(Data records)
BIT_FLIP, TRUNCATE, OVERSIZED, UNKNOWN_TYPE, OUT_OF_ORDER = (
    "bit_flip",
    "truncate",
    "oversized_length",
    "unknown_type",
    "out_of_order",
)
MUTATIONS = (BIT_FLIP, TRUNCATE, OVERSIZED, UNKNOWN_TYPE, OUT_OF_ORDER)
FUZZ_LIMITS = Limits(deadline_s=5.0, idle_timeout_s=0.5, abort_grace_s=0.1)
FUZZ_CHUNK_BYTES = 128  # 4 garbled AND gates per frame: several table frames even for tiny circuits
FUZZ_CONCURRENCY = 4
WIRE_SAMPLE = 200  # fuzz cases sent over real TLS
SECRET_SAMPLE = 25  # one case in this many records its Δ and labels, to scan the abort messages for
TRACED_CASES = 500  # the last in-process cases, run under tracemalloc
HUGE_LENGTHS = (2**31 - 1, 2**32 + 5, 2**63 - 1, 2**64 - 1)


def plain_circuit() -> LayeredCircuit:
    """A fuzzing job without oblivious transfer: the evaluator has no input; 16 AND gates, 4 table frames."""
    bld = Builder()
    a = bld.input(Party.GARBLER, 16)
    bld.output(Party.EVALUATOR, bld.and_(a[:8], a[8:]))
    bld.output(Party.GARBLER, bld.or_(a[:8], a[8:]))
    return schedule(bld.build())


def small_ot_circuit() -> LayeredCircuit:
    """A fuzzing job with oblivious transfer for 8 evaluator inputs; 16 AND gates, 4 table frames."""
    bld = Builder()
    a = bld.input(Party.GARBLER, 8)
    b = bld.input(Party.EVALUATOR, 8)
    bld.output(Party.EVALUATOR, bld.and_(a, b))
    bld.output(Party.GARBLER, bld.or_(a, b))
    return schedule(bld.build())


def _varint(value: int) -> bytes:
    out = bytearray()
    while True:
        byte = value & 0x7F
        value >>= 7
        if value:
            out.append(byte | 0x80)
        else:
            out.append(byte)
            return bytes(out)
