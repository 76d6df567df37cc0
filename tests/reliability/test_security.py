"""Security checks on a node and its transport: who gets in, what is replayed, who can read the files, what is logged.

Specification: a plaintext connection to a node is refused before any frame, and the node keeps serving; a
certificate that is expired, not yet valid, from another CA, or from the same CA but not pinned is refused in the
TLS handshake, as a client's and as a server's, and the session expected meanwhile is untouched; a session id used
before — by a completed or an aborted session — is refused, proposed again or replayed on the wire; the session log,
the job store, result files, key files and the node's config are created owner-only even under umask 000; and the
log scan finds a label, Δ or input value in any of its forms, while no line written by the fault campaign holds one.
"""

from __future__ import annotations

import asyncio
import base64
import datetime
import os
import stat
from pathlib import Path

import grpc
import numpy as np
import pytest
from jointstat.circuit.builder import Builder
from jointstat.circuit.model import Party
from jointstat.circuit.program import Program
from jointstat.harness.campaign import CampaignReport, NodeCampaign
from jointstat.harness.faultpoint import FaultPlan
from jointstat.harness.scanner import Secrets, scan_for_secrets, secret_forms
from jointstat.harness.scenario import JOB_ACCEPTED, NODE_METRES, NODE_NAME, TABLES, expected_result
from jointstat.protocol import EvaluatorSession, GarblerSession, signer, verifier
from jointstat.protocol import frames as fr
from jointstat.protocol.frames import AbortReason
from jointstat.transport import Limits, SessionServer, run_client
from jointstat.transport.channel import MESSAGE_OPTIONS, METHOD_PATH
from jointstat.transport.pki import Issued, issue, new_ca, node_tls
from jointstat.transport.proposals import PROPOSE_PATH, PROTOCOL_VERSION, propose
from jointstat.wire.jointstat.v1 import session_pb2 as pb

LIMITS = Limits(deadline_s=10, idle_timeout_s=5, abort_grace_s=0.5)
# A cleartext HTTP/2 client's first bytes: the connection preface and an empty SETTINGS frame (RFC 9113 §3.4 and
# §6.5, from memory; checked against the h2 and hyperframe libraries below).
HTTP2_PREFACE = b"PRI * HTTP/2.0\r\n\r\nSM\r\n\r\n" + bytes.fromhex("000000040000000000")
TLS_ALERT = (
    0x15  # the record content type alert(21) of RFC 8446 §5.1 (from memory; checked against ssl below)
)


def test_the_cleartext_bytes_are_the_http2_preface_and_a_settings_frame_as_h2_writes_them() -> None:
    import h2.config
    import h2.connection
    from hyperframe.frame import Frame, SettingsFrame

    client = h2.connection.H2Connection(h2.config.H2Configuration(client_side=True))
    client.initiate_connection()
    sent = client.data_to_send()
    assert HTTP2_PREFACE[:24] == sent[:24]  # the 24-byte client connection preface
    frame, length = Frame.parse_frame_header(memoryview(HTTP2_PREFACE[24:]))
    assert isinstance(frame, SettingsFrame) and frame.stream_id == 0 and length == 0 and not frame.flags
    assert len(HTTP2_PREFACE) == 24 + 9  # a frame header is 9 bytes


def test_the_tls_alert_content_type_is_the_one_pythons_ssl_module_knows() -> None:
    import ssl

    assert ssl._TLSContentType.ALERT == TLS_ALERT  # CPython's own table of RFC 8446 content types


# -- plaintext -----------------------------------------------------------------------------------------------------


async def test_a_plaintext_connection_to_a_node_is_refused_before_any_frame_and_the_node_keeps_serving(
    tmp_path: Path,
) -> None:
    async with NodeCampaign(tmp_path) as c:
        hello = fr.hello_frame(
            party=Party.GARBLER,
            session_id=os.urandom(16),
            manifest_digest=c.job.digest,
            program_digest=c.job.program.digest,
        )
        async with grpc.aio.insecure_channel(f"127.0.0.1:{c.node_port}") as channel:
            call = channel.stream_stream(METHOD_PATH)(timeout=10)
            with pytest.raises(grpc.aio.AioRpcError) as stream_error:
                await call.write(hello)
                await call.read()
            proposal = channel.unary_unary(
                PROPOSE_PATH,
                request_serializer=pb.RunProposal.SerializeToString,
                response_deserializer=pb.RunAnswer.FromString,
            )
            with pytest.raises(grpc.aio.AioRpcError) as proposal_error:
                await proposal(
                    pb.RunProposal(protocol_version=PROTOCOL_VERSION, job=JOB_ACCEPTED), timeout=10
                )
        assert stream_error.value.code() == grpc.StatusCode.UNAVAILABLE
        assert proposal_error.value.code() == grpc.StatusCode.UNAVAILABLE
        # Cleartext HTTP/2 bytes on the raw socket: the node answers with no HTTP/2 at all (at most a TLS alert).
        reader, writer = await asyncio.open_connection("127.0.0.1", c.node_port)
        writer.write(HTTP2_PREFACE)
        await writer.drain()
        answer = await asyncio.wait_for(reader.read(4096), timeout=10)
        writer.close()
        assert answer == b"" or answer[0] == TLS_ALERT  # at most a TLS alert record
        assert c.node.state.sessions == {}  # nothing reached the node's jobs
        served = await c.run_accepted(None)
    assert served.node.outputs == expected_result()


# -- certificates --------------------------------------------------------------------------------------------------


def tiny_program(bld: Builder) -> None:
    a = bld.input(Party.GARBLER, 4)
    b = bld.input(Party.EVALUATOR, 4)
    bld.output(Party.EVALUATOR, bld.and_(a, b))


@pytest.fixture(scope="module")
def tiny() -> Program:
    return Program.of(tiny_program)


def sessions(program: Program, sid: bytes) -> tuple[GarblerSession, EvaluatorSession]:
    from cryptography.hazmat.primitives.asymmetric.ed25519 import Ed25519PrivateKey

    gk, ek = Ed25519PrivateKey.generate(), Ed25519PrivateKey.generate()
    common = {"session_id": sid, "program": program, "manifest_digest": bytes(32)}
    g = GarblerSession(
        inputs=np.ones(4, dtype=np.uint8), sign=signer(gk), verify=verifier(ek.public_key()), **common
    )  # type: ignore[arg-type]
    e = EvaluatorSession(
        inputs=np.ones(4, dtype=np.uint8), sign=signer(ek), verify=verifier(gk.public_key()), **common
    )  # type: ignore[arg-type]
    return g, e


NOW = datetime.datetime.now(datetime.UTC)
PROBLEMS = ("expired", "not yet valid", "from another CA", "from the same CA but not pinned")


def bad_certificate(problem: str, ca: Issued, other_ca: Issued, name: str) -> tuple[Issued, bool]:
    """(the certificate presented, whether the other side pins that very certificate)."""
    if problem == "expired":
        return issue(ca, name, now=NOW - datetime.timedelta(days=30), days=2), True
    if problem == "not yet valid":
        return issue(ca, name, now=NOW + datetime.timedelta(days=30), days=2), True
    if problem == "from another CA":
        return issue(other_ca, name), False
    return issue(ca, name), False


@pytest.mark.parametrize("side", ["client", "server"])
@pytest.mark.parametrize("problem", PROBLEMS)
async def test_a_bad_certificate_is_refused_in_the_handshake_and_the_expected_session_is_untouched(
    tiny: Program, problem: str, side: str
) -> None:
    ca, other_ca = new_ca("bike schemes trial CA"), new_ca("someone else's CA")
    server_good, client_good = issue(ca, "riverside.bikes.test"), issue(ca, "hillside.bikes.test")
    name = "hillside.bikes.test" if side == "client" else "riverside.bikes.test"
    bad, pinned_itself = bad_certificate(problem, ca, other_ca, name)
    if side == "client":
        server_tls = node_tls(server_good, bad if pinned_itself else client_good)
        client_tls = node_tls(bad, server_good)
    else:
        server_tls = node_tls(bad, client_good)
        client_tls = node_tls(client_good, bad if pinned_itself else server_good)
    garbler, evaluator = sessions(tiny, f"cert {problem} {side}".encode())
    async with SessionServer(server_tls, limits=LIMITS) as server:
        expected = server.expect(garbler)
        result = await run_client(evaluator, f"127.0.0.1:{server.port}", client_tls, limits=LIMITS)
        assert not expected.done() and garbler.state == "new"  # no frame ever reached the served session
        assert server.withdraw(garbler.session_id)
    assert not result.completed and result.outputs is None and result.counters.frames_received == 0
    assert result.abort is not None and result.abort.reason == AbortReason.CONNECTION_LOST


# -- replayed session ids ------------------------------------------------------------------------------------------


async def test_a_session_id_used_before_is_refused_proposed_again_or_replayed_on_the_wire(
    tmp_path: Path,
) -> None:
    async with NodeCampaign(tmp_path) as c:
        completed = await c.run_accepted(None)
        aborted = await c.run_accepted(FaultPlan("cut", TABLES, 2, Party.EVALUATOR))
        assert completed.node.store_status == "completed"
        assert aborted.node.store_status == "aborted"
        tls = c.keys.tls()
        options = [*MESSAGE_OPTIONS, ("grpc.ssl_target_name_override", tls.server_name())]
        for record in (completed, aborted):
            sid = bytes.fromhex(record.session_id)
            proposal = pb.RunProposal(
                protocol_version=PROTOCOL_VERSION,
                job=JOB_ACCEPTED,
                manifest_digest=c.job.digest,
                session_id=sid,
                scheduled_for_us=1,
                role=pb.ROLE_GARBLER,
                attempt=9,
                trigger="operator",
            )
            answer = await propose(c.keys.node_identity(c.node_port), proposal)
            assert not answer.accepted and "used before" in answer.message
            hello = fr.hello_frame(
                party=Party.GARBLER,
                session_id=sid,
                manifest_digest=c.job.digest,
                program_digest=c.job.program.digest,
            )
            async with grpc.aio.secure_channel(
                f"127.0.0.1:{c.node_port}", tls.channel_credentials(), options=options
            ) as channel:
                call = channel.stream_stream(METHOD_PATH)(timeout=10)
                await call.write(hello)
                kind, frame = fr.decode(await call.read())
            assert kind == fr.ABORT and frame.abort.reason == AbortReason.SESSION_REFUSED
            assert "used before" in frame.abort.message
        findings, _ = c.scan()
    assert findings == []


# -- owner-only files ----------------------------------------------------------------------------------------------


def loose(path: Path) -> bool:
    return bool(stat.S_IMODE(path.stat().st_mode) & 0o077)


async def test_logs_job_store_results_keys_and_config_are_owner_only_even_under_umask_000(
    tmp_path: Path,
) -> None:
    old = os.umask(0)
    try:
        async with NodeCampaign(tmp_path) as c:
            served = await c.run_accepted(None)
            node = c.node.config.node
            result = Path(c.node.config.job(JOB_ACCEPTED).results)
            files = [
                Path(node.session_log),
                Path(node.job_store),
                *(
                    Path(str(node.job_store) + s)
                    for s in ("-wal", "-shm")
                    if Path(str(node.job_store) + s).exists()
                ),
                *result.iterdir(),
                *c.keys.directory.iterdir(),
                tmp_path / f"{NODE_NAME}.yaml",
                c.peer_log,
            ]
            directories = [Path(node.data_dir), result.parent, result, c.keys.directory]
            directories += [p for p in Path(node.data_dir).rglob("*") if p.is_dir()]
            # Checked while the node runs: its store's write-ahead log and shared memory exist only until it closes.
            loose_files = [p for p in files if loose(p)]
            loose_directories = [d for d in directories if loose(d)]
    finally:
        os.umask(old)
    assert served.node.outputs == expected_result()
    assert any(p.suffix == ".json" for p in result.iterdir())  # a result file was written
    assert any(p.name.endswith("-wal") for p in files)  # the store's write-ahead log was among those checked
    assert loose_files == []
    assert loose_directories == []


# -- the log scan --------------------------------------------------------------------------------------------------


def test_the_log_scan_finds_a_label_a_delta_or_an_input_value_in_every_form_and_never_prints_it(
    tmp_path: Path,
) -> None:
    secrets = Secrets()
    rng = np.random.default_rng(17)
    delta, label = rng.bytes(16), rng.bytes(16)
    secrets.add_delta("s1", delta)
    secrets.add_labels("s1", label)
    secrets.add_value(NODE_METRES[0])
    forms = secret_forms(secrets)
    kinds = " | ".join(forms.values())
    for kind in ("as hex", "upper-case hex", "base64", "decimal", "bytes literal", "bit string", "bit array"):
        assert kind in kinds
    for form, what in forms.items():
        log = tmp_path / "planted.jsonl"
        log.write_text(f'{{"seq":1,"detail":"the peer said {form} and left"}}\n', encoding="utf-8")
        found = scan_for_secrets(secrets, [log])
        assert what in {f.what for f in found}, what
        assert all(form not in f.what for f in found)  # a finding names the secret, never shows it
    # Base64 inside a longer base64 string, at every alignment, is found too.
    for prefix in (b"", b"x", b"xy"):
        blob = base64.b64encode(prefix + delta + b"tail").decode()
        assert scan_for_secrets(secrets, texts=[("blob", blob)])


def test_no_line_written_during_the_fault_campaign_holds_a_label_a_delta_or_an_input_value(
    campaign: CampaignReport,
) -> None:
    assert campaign.findings == []
    # What was searched for, and where: every session's Δ and labels, both schemes' figures, thousands of lines.
    assert len(campaign.secrets.deltas) >= len(campaign.records) // 2
    assert len(campaign.secrets.blocks) > 1000 and campaign.secrets.values >= set(NODE_METRES)
    assert campaign.figures["log_lines_scanned"] >= 10 * len(campaign.records)
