def test_frames_in_the_wrong_order_mid_session_abort(wide: LayeredCircuit) -> None:
    garbler, evaluator = make_pair(wide, *random_inputs(wide.circuit, 10))
    evaluator.start()
    evaluator.receive(garbler.start()[0])  # hello accepted; the evaluator now waits for base OT
    assert evaluator.state == sm.BASE_OT
    with pytest.raises(ProtocolError) as err:
        evaluator.receive(fr.payload_frame(fr.EVALUATOR_OUTPUT_DECODING, b"\x00"))
    assert "'base OT'" in str(err.value) and "'evaluator_output_decoding'" in str(err.value)
    assert "accepts base_ot" in str(err.value)


@pytest.mark.parametrize(
    ("data", "expected"),
    [
        (b"\xff\xff\xff", "is not a jointstat.v1.Frame"),
        (b"", "unknown frame type"),
        (bytes([0x78, 0x01]), "unknown frame type"),  # field 15, varint 1: a type this version does not know
        (b"\x0a" + b"\xff\xff\xff\xff\x0f" + b"x", "is not a jointstat.v1.Frame"),  # length beyond the data
    ],
)
def test_undecodable_or_unknown_frames_abort_as_malformed(
    wide: LayeredCircuit, data: bytes, expected: str
) -> None:
    garbler, _ = make_pair(wide, *random_inputs(wide.circuit, 11))
    garbler.start()
    with pytest.raises(ProtocolError) as err:
        garbler.receive(data)
    assert err.value.reason == AbortReason.MALFORMED_FRAME
    assert expected in str(err.value) and "'awaiting hello'" in str(err.value)
    assert garbler.failed


def test_a_frame_over_four_mebibytes_is_refused(wide: LayeredCircuit) -> None:
    garbler, _ = make_pair(wide, *random_inputs(wide.circuit, 12))
    garbler.start()
    with pytest.raises(ProtocolError) as err:
        garbler.receive(bytes(fr.MAX_FRAME_BYTES + 1))
    assert err.value.reason == AbortReason.MALFORMED_FRAME and "exceeds the limit" in str(err.value)


@pytest.mark.parametrize(
    ("change", "expected"),
    [
        (lambda p: p + b"\x00", "not a positive whole number of 32-byte tables"),
        (lambda p: p[:-1], "not a positive whole number of 32-byte tables"),
        (lambda p: b"", "not a positive whole number of 32-byte tables"),
    ],
)
def test_garbled_tables_of_the_wrong_size_abort_the_evaluator(
    wide: LayeredCircuit, change, expected: str
) -> None:
    garbler, evaluator = make_pair(wide, *random_inputs(wide.circuit, 13))
    run_in_memory(garbler, evaluator, intercept=tamper(fr.GARBLED_TABLES, Party.EVALUATOR, change, index=2))
    assert_no_output(garbler, evaluator)
    assert evaluator.abort is not None and evaluator.abort.reason == AbortReason.MALFORMED_FRAME
    assert expected in evaluator.abort.message and "'evaluating'" in evaluator.abort.message
    assert garbler.abort is not None and garbler.abort.by_peer


def test_more_table_bytes_than_the_circuit_needs_abort(wide: LayeredCircuit) -> None:
    garbler, evaluator = make_pair(wide, *random_inputs(wide.circuit, 14), chunk_bytes=TABLE_BYTES * 128)
    last = wide.n_and // 128 - 1
    run_in_memory(
        garbler,
        evaluator,
        intercept=tamper(fr.GARBLED_TABLES, Party.EVALUATOR, lambda p: p + bytes(32), index=last),
    )
    assert_no_output(garbler, evaluator)
    assert evaluator.abort is not None and evaluator.abort.reason == AbortReason.MALFORMED_FRAME
    assert "exceeds the 4096 bytes of tables the circuit still needs" in evaluator.abort.message
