def boundary_bits(p: noise.NoiseParameters) -> np.ndarray:
    """Uniform words set to t_i, t_i − 1, 0 and all ones, for every bit of both geometrics in turn."""
    rows = []
    for value_of in (
        lambda b: b.threshold,
        lambda b: b.threshold - 1,
        lambda b: 0,
        lambda b: (1 << b.width) - 1,
    ):
        for first in (True, False):
            words = []
            for geometric in range(2):
                for bit in p.bits:
                    v = value_of(bit) if (geometric == 0) == first else (1 << bit.width) - 1 - value_of(bit)
                    words.append(int_to_bits(v, bit.width))
            rows.append(np.concatenate(words))
    return np.array(rows, dtype=np.uint8)


@pytest.mark.parametrize(("epsilon", "sensitivity"), SETTINGS)
def test_the_circuit_sampler_equals_the_plain_sampler_bit_for_bit(epsilon: str, sensitivity: int) -> None:
    p = params(epsilon, sensitivity)
    rng = np.random.default_rng(7)
    edges = boundary_bits(p)
    g = np.concatenate([noise.random_bits(300, p.bits_per_sample, rng), edges])
    e = np.concatenate([noise.random_bits(300, p.bits_per_sample, rng), np.zeros_like(edges)])
    circuit = run_circuit(p, g, e)
    plain = noise.plain_noise(p, g, e)
    assert np.array_equal(circuit, plain)
    # all-zero words make every biased bit 1 (t_i ≥ 1), all-one words make it 0 (t_i < 2^w_i): ±T are reached
    assert {p.bound, -p.bound} <= set(plain.tolist())


def test_a_word_equal_to_the_threshold_gives_0_and_one_below_gives_1() -> None:
    p = params("0.5", 1)
    sizes = [b.width for b in p.bits]
    for i, bit in enumerate(p.bits):
        for value, expected in ((bit.threshold, 0), (bit.threshold - 1, 1)):
            words = [int_to_bits((1 << w) - 1, w) for w in sizes] * 2  # every other biased bit 0
            words[i] = int_to_bits(value, bit.width)
            g = np.concatenate(words)[None, :]
            e = np.zeros_like(g)
            assert run_circuit(p, g, e)[0] == expected << i
            assert noise.plain_noise(p, g, e)[0] == expected << i


@pytest.mark.parametrize("fixed", [Party.GARBLER, Party.EVALUATOR])
def test_with_one_partys_bits_fixed_the_other_partys_bits_alone_give_the_full_noise_law(fixed: Party) -> None:
    p = params("0.5", 1)
    rng = np.random.default_rng(99 + int(fixed))
    runs = 6000
    fixed_bits = noise.random_bits(1, p.bits_per_sample, rng)[0]
    varied = noise.random_bits(runs, p.bits_per_sample, rng)  # one lane per run
    inputs = {fixed: np.tile(fixed_bits, (runs, 1)), Party(1 - int(fixed)): varied}
    out = evaluate(noise_program(p, runs), inputs)
    samples = bits_to_int(out.reshape(runs, p.noise_width), signed=True)
    assert chi2_pvalue(samples, pmf("0.5", 1)) >= 1e-3
    # and the fixed party's bits do not decide the value: the same fixed bits give many different noises
    assert len(set(samples.tolist())) > 20


def test_flipping_one_random_bit_of_either_party_flips_the_same_uniform_bit() -> None:
    # U = garbler ⊕ evaluator: flipping bit j of either party has the same effect on the sample.
    p = params("0.5", 1)
    rng = np.random.default_rng(3)
    g = noise.random_bits(1, p.bits_per_sample, rng)
    e = noise.random_bits(1, p.bits_per_sample, rng)
    flips = np.eye(p.bits_per_sample, dtype=np.uint8)
    by_garbler = run_circuit(p, g ^ flips, np.repeat(e, p.bits_per_sample, axis=0))
    by_evaluator = run_circuit(p, np.repeat(g, p.bits_per_sample, axis=0), e ^ flips)
    assert np.array_equal(by_garbler, by_evaluator)
    assert len(set(by_garbler.tolist())) > 1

▸ What the task requires: Using the records above, restate word for word the lines from the one with "answer = await asyncio.wait_for(reader.read(4096), timeout=10)" through the one with "NOW = datetime.datetime.now(datetime.UTC)", both included.

▸ Written solution:
        answer = await asyncio.wait_for(reader.read(4096), timeout=10)
        writer.close()
        assert answer == b"" or answer[0] == TLS_ALERT  # at most a TLS alert record
        assert c.node.state.sessions == {}  # nothing reached the node's jobs
        served = await c.run_accepted(None)
    assert served.node.outputs == expected_result()


# -- certificates --------------------------------------------------------------------------------------------------


def tiny_program(bld: Builder) -> None:
    a = bld.input(Party.GARBLER, 4)
    b = bld.input(Party.EVALUATOR, 4)
    bld.output(Party.EVALUATOR, bld.and_(a, b))


@pytest.fixture(scope="module")
def tiny() -> Program:
    return Program.of(tiny_program)


def sessions(program: Program, sid: bytes) -> tuple[GarblerSession, EvaluatorSession]:
    from cryptography.hazmat.primitives.asymmetric.ed25519 import Ed25519PrivateKey

    gk, ek = Ed25519PrivateKey.generate(), Ed25519PrivateKey.generate()
    common = {"session_id": sid, "program": program, "manifest_digest": bytes(32)}
    g = GarblerSession(
        inputs=np.ones(4, dtype=np.uint8), sign=signer(gk), verify=verifier(ek.public_key()), **common
    )  # type: ignore[arg-type]
    e = EvaluatorSession(
        inputs=np.ones(4, dtype=np.uint8), sign=signer(ek), verify=verifier(gk.public_key()), **common
    )  # type: ignore[arg-type]
    return g, e


NOW = datetime.datetime.now(datetime.UTC)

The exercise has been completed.